Airflow dynamic tasks at runtime - python

Other questions about 'dynamic tasks' seem to address dynamic construction of a DAG at schedule or design time. I'm interested in dynamically adding tasks to a DAG during execution.
from airflow import DAG
from airflow.operators.dummy_operator import DummyOperator
from airflow.operators.python_operator import PythonOperator
from datetime import datetime
dag = DAG('test_dag', description='a test',
schedule_interval='0 0 * * *',
start_date=datetime(2018, 1, 1),
catchup=False)
def make_tasks():
du1 = DummyOperator(task_id='dummy1', dag=dag)
du2 = DummyOperator(task_id='dummy2', dag=dag)
du3 = DummyOperator(task_id='dummy3', dag=dag)
du1 >> du2 >> du3
p = PythonOperator(
task_id='python_operator',
dag=dag,
python_callable=make_tasks)
This naive implementation doesn't seem to work - the dummy tasks never show up in the UI.
What's the correct way to add new operators to the DAG during execution? Is it possible?
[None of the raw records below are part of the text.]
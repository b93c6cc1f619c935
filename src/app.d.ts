import type { SessionUser } from '$lib/server/auth/lucia';
import type { Session } from 'lucia';

declare global {
	namespace App {
		interface Locals {
			user: SessionUser | null;
			session: Session | null;
			requestId: string;
		}
		interface Error {
			message: string;
		}
	}
}

export {};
It it not possible to modify the DAG during its execution (without a lot more work).
The dag = DAG(... is picked up in a loop by the scheduler. It will have task instance 'python_operator' in it. That task instance gets scheduled in a dag run, and executed by a worker or executor. Since DAG models in the Airflow DB are only updated by the scheduler these added dummy tasks will not be persisted to the DAG nor scheduled to run. They will be forgotten when the worker exits. Unless you copy all the code from the scheduler regarding persisting & updating the model… but that will be undone the next time the scheduler visits the DAG file for parsing, which could be happening once a minute, once a second or faster depending how many other DAG files there are to parse.
Airflow actually wants each DAG to approximately stay the same layout between runs. It also wants to reload/parse DAG files constantly. So though you could make a DAG file that on each run determines the tasks dynamically based on some external data (preferably cached in a file or pyc module, not network I/O like a DB lookup, you'll slow down the whole scheduling loop for all the DAGs) it's not a good plan as your graph and tree view will get all confusing, and your scheduler parsing will be more taxed by that lookup.
You could make the callable run each task…
def make_tasks(context):
du1 = DummyOperator(task_id='dummy1', dag=dag)
du2 = DummyOperator(task_id='dummy2', dag=dag)
du3 = DummyOperator(task_id='dummy3', dag=dag)
du1.execute(context)
du2.execute(context)
du3.execute(context)
p = PythonOperator(
provides_context=true,
But that's sequential, and you have to work out how to use python to make them parallel (use futures?) and if any raise an exception the whole task fails. Also it is bound to one executor or worker so not using airflow's task distribution (kubernetes, mesos, celery).
The other way to work with this is to add a fixed number of tasks (the maximal number), and use the callable(s) to short circuit the unneeded tasks or push arguments with xcom for each of them, changing their behavior at run time but not changing the DAG.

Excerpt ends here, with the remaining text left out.